_WHAT THE TASK REQUIRES_. Return, word for word, the lines of the listing below from the one with "if shape.rotary and" through the one with "impossible budgets are", and no other lines.

### DATA SHOWN ###

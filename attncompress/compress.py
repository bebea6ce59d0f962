"""From a source checkpoint to a smaller one: calibrate, analyse, plan, factorise, write.

`factorize_layer` is the pure step (canonical weights of one layer + its ranks →
new canonical weights); `compress` is the pipeline around it.
"""
from __future__ import annotations

import dataclasses
import hashlib
import json
import shutil
import sys
from dataclasses import dataclass
from pathlib import Path

import torch

from . import allocator, analysis, arch, calibrate, factorize as fz, plan as planlib, strategies
from .loading import Loaded, is_compressed, tokens
from .io.read import open_source
from .io import storage
from .io.write import DEFAULT_SHARD_SIZE
from .model import build
from .builtin import resolve
from .progress import Progress, Timer
from .evaluate import sentence_batch
from .texts import read_texts, token_blocks
from .errors import CompressError
from .factorize import DEFAULT_DAMPING
from .sensitivity import LayerSensitivity
from .shape import ModelShape

FORMAT_VERSION = 1


def factorize_layer(shape: ModelShape, w: dict[str, torch.Tensor], layer: int, ranks: planlib.LayerRanks,
                    roots: fz.Roots) -> dict[str, torch.Tensor]:
    """New canonical tensors of one layer at the planned ranks (float32).

    Rotary qk keeps `ranks.qk_pairs` (g, p) rows exactly; non-rotary qk refactorises each head's
    [x; 1] bilinear form; vo refactorises each key/value group jointly after folding the value bias into
    the output bias; feed-forward matrices get spectral factors `a: (d_out, r)`, `b: (d_in, r)` or stay dense.
    Whitened when `roots` carry calibration Gram roots, plain SVD otherwise (the maths: `factorize`).
    """
    p = f"layers.{layer}."
    out = {n: w[n] for n in (p + "attn_norm.weight", p + "attn_norm.bias", p + "ff_norm.weight", p + "ff_norm.bias")
           if n in w}
    out.update(_qk_tensors(shape, w, p, ranks, roots))
    out.update(_vo_tensors(shape, w, p, ranks.vo, roots))
    out.update(_ff_tensors(shape, w, p, ranks, roots))
    return out


def _qk_tensors(shape: ModelShape, w: dict, p: str, ranks: planlib.LayerRanks, roots: fz.Roots) -> dict:
    """Query and key tensors of one layer: kept rotary rows (and the pairs), or cut [x; 1] forms."""
    wq, wk, bq, bk = w[p + "attn.q.weight"], w[p + "attn.k.weight"], w.get(p + "attn.q.bias"), w.get(p + "attn.k.bias")
    h, g = shape.n_heads, shape.n_kv_heads
    if shape.rotary:
        pairs = torch.tensor(ranks.qk_pairs, dtype=torch.long)  # (g, p) sorted pair indices
        q_rows, k_rows = fz.rotary_rows(pairs, h, g, shape.head_dim)
        out = {p + "attn.q.weight": wq[q_rows], p + "attn.k.weight": wk[k_rows], p + "attn.pairs": pairs}
        if bq is not None:
            out[p + "attn.q.bias"], out[p + "attn.k.bias"] = bq[q_rows], bk[k_rows]
        return out
    q, q_bias, k = fz.qk_factors(wq, bq, wk, h, g, ranks.qk, roots)
    out = {p + "attn.q.weight": q.float(), p + "attn.k.weight": k.float()}
    if bq is not None:
        # the key bias only added query-constant terms to each softmax row, so it is gone exactly
        out[p + "attn.q.bias"] = q_bias.float()
        out[p + "attn.k.bias"] = torch.zeros(h * ranks.qk)
    return out


def _vo_tensors(shape: ModelShape, w: dict, p: str, rank: int, roots: fz.Roots) -> dict:
    """Value and output tensors of one layer, the value bias folded into the output bias."""
    wv, wo, bv, bo = w[p + "attn.v.weight"], w[p + "attn.o.weight"], w.get(p + "attn.v.bias"), w.get(p + "attn.o.bias")
    if bv is not None:
        bo = fz.fold_value_bias(bv, wo, bo, shape.n_heads, shape.n_kv_heads).float()  # rows of attention sum to one
    v, o = fz.vo_factors(wv, wo, shape.n_kv_heads, shape.q_per_kv, rank, roots)
    out = {p + "attn.v.weight": v.float(), p + "attn.o.weight": o.float()}  # (g*r, d), (d, h*r)
    if bv is not None:
        out[p + "attn.v.bias"] = torch.zeros(shape.n_kv_heads * rank)
    if bo is not None:
        out[p + "attn.o.bias"] = bo
    return out


def _ff_tensors(shape: ModelShape, w: dict, p: str, ranks: planlib.LayerRanks, roots: fz.Roots) -> dict:
    """Feed-forward tensors of one layer: factors `a`, `b` at the planned rank, or the dense weight."""
    out = {}
    for kind in planlib.ff_kinds(shape):
        name = p + f"ff.{kind}"
        if name + ".bias" in w:
            out[name + ".bias"] = w[name + ".bias"]
        if ranks.ff[kind] is None:
            out[name + ".weight"] = w[name + ".weight"]
            continue
        a, b = fz.ff_factors(w[name + ".weight"], ranks.ff[kind], *roots.ff_sides(kind))
        out[name + ".a"], out[name + ".b"] = a.float().contiguous(), b.float().contiguous()
    return out


def spectra_list(shape: ModelShape, per_layer: list[dict]) -> list[planlib.MatrixSpectrum]:
    """Attach the measured gains to the price list of every matrix."""
    out = []
    for cost in planlib.matrix_layout(shape):
        gains = per_layer[cost.layer][cost.kind]["gains"]
        gains = torch.sort(gains.double().clamp_min(0), descending=True).values
        out.append(cost.with_gains(gains.tolist()))
    return out


def choose_pairs(shape: ModelShape, plan: planlib.RankPlan, per_layer: list[dict]) -> planlib.RankPlan:
    """Fill each rotary layer's kept pairs: the highest-scoring `qk` pairs of each group (unless the plan names them)."""
    if not shape.rotary:
        return plan
    picks = {}
    for lr in plan.layers:
        if lr.qk_pairs is not None:
            continue
        sc = per_layer[lr.layer]["qk"]["scores"]  # (g, hd/2)
        top = torch.topk(sc, lr.qk, dim=1, sorted=True).indices  # ties: torch's order, deterministic on CPU
        picks[lr.layer] = [sorted(t.tolist()) for t in top]
    return plan.with_qk_pairs(picks) if picks else plan


def sha256_file(path: Path, chunk: int = 1 << 22) -> str:
    h = hashlib.sha256()
    with open(path, "rb") as f:
        while block := f.read(chunk):
            h.update(block)
    return h.hexdigest()


def check_plan_ranks(shape: ModelShape, plan: planlib.RankPlan, source: str) -> None:
    """Plan checks that need the pair structure: the kept pairs of a rotary layer name valid, distinct pairs."""
    plan.check(shape, source=source)
    for lr in plan.layers:
        if shape.rotary and lr.qk_pairs is not None:
            if len(lr.qk_pairs) != shape.n_kv_heads or any(len(set(gp)) != lr.qk or not all(0 <= i < shape.n_pairs for i in gp)
                                                           for gp in lr.qk_pairs):
                raise CompressError(f"{source}: layer {lr.layer} qk_pairs must list {lr.qk} distinct pairs in "
                                    f"0..{shape.n_pairs - 1} for each of {shape.n_kv_heads} groups")
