// TestErrors checks that bad arguments and impossible budgets are
// reported as errors.
func TestErrors(t *testing.T) {
	l := layout(t, fast.PMFModel(t, []float64{-1, 1, 1, 1}, []float64{0, 1, 1}, []float64{-1, 1, 0, 3}))
	cases := []struct {
		name string
		run  func() error
	}{
		{"nil layout", func() error { _, err := fast.WorstCase(nil, tables.Greedy{}, 3); return err }},
		{"nil rule", func() error { _, err := fast.WorstCase(l, nil, 3); return err }},
		{"negative gap", func() error { _, err := fast.WorstCase(l, tables.Greedy{}, -1); return err }},
		{"huge gap", func() error { _, err := fast.WorstCase(l, tables.Greedy{}, 1<<40); return err }},
		{"one channel", func() error { return fast.Regrets(l, tables.Greedy{}, tables.SetOf(1), 3, func([]int, float64) {}) }},
		{"channel out of range", func() error { return fast.Regrets(l, tables.Greedy{}, tables.SetOf(0, 3), 3, func([]int, float64) {}) }},
		{"tiny budget", func() error { _, err := fast.Evaluator{MaxBytes: 100}.WorstCase(l, tables.Greedy{}, 3); return err }},
		{"negative tolerance", func() error { _, err := fast.Candidates(l, tables.Greedy{}, 3, -1, 0); return err }},
		{"NaN tolerance", func() error { _, err := fast.Candidates(l, tables.Greedy{}, 3, math.NaN(), 0); return err }},
		{"negative relative tolerance", func() error { _, err := fast.Candidates(l, tables.Greedy{}, 3, 0, -0.1); return err }},
		{"relative tolerance 1", func() error { _, err := fast.Candidates(l, tables.Greedy{}, 3, 0, 1); return err }},
		{"rule picks a far channel", func() error {
			return fast.Regrets(l, farRule{}, tables.SetOf(1, 2), 3, func([]int, float64) {})
		}},
	}
	for _, c := range cases {
		t.Run(c.name, func(t *testing.T) {
			err := c.run()
			if err == nil {
				t.Fatal("no error")
			}
			t.Log(err)
		})
	}
}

###

_YOUR SOLUTION_.
        if shape.rotary and lr.qk_pairs is not None:
            if len(lr.qk_pairs) != shape.n_kv_heads or any(len(set(gp)) != lr.qk or not all(0 <= i < shape.n_pairs for i in gp)
                                                           for gp in lr.qk_pairs):
                raise CompressError(f"{source}: layer {lr.layer} qk_pairs must list {lr.qk} distinct pairs in "
                                    f"0..{shape.n_pairs - 1} for each of {shape.n_kv_heads} groups")
// TestErrors checks that bad arguments and impossible budgets are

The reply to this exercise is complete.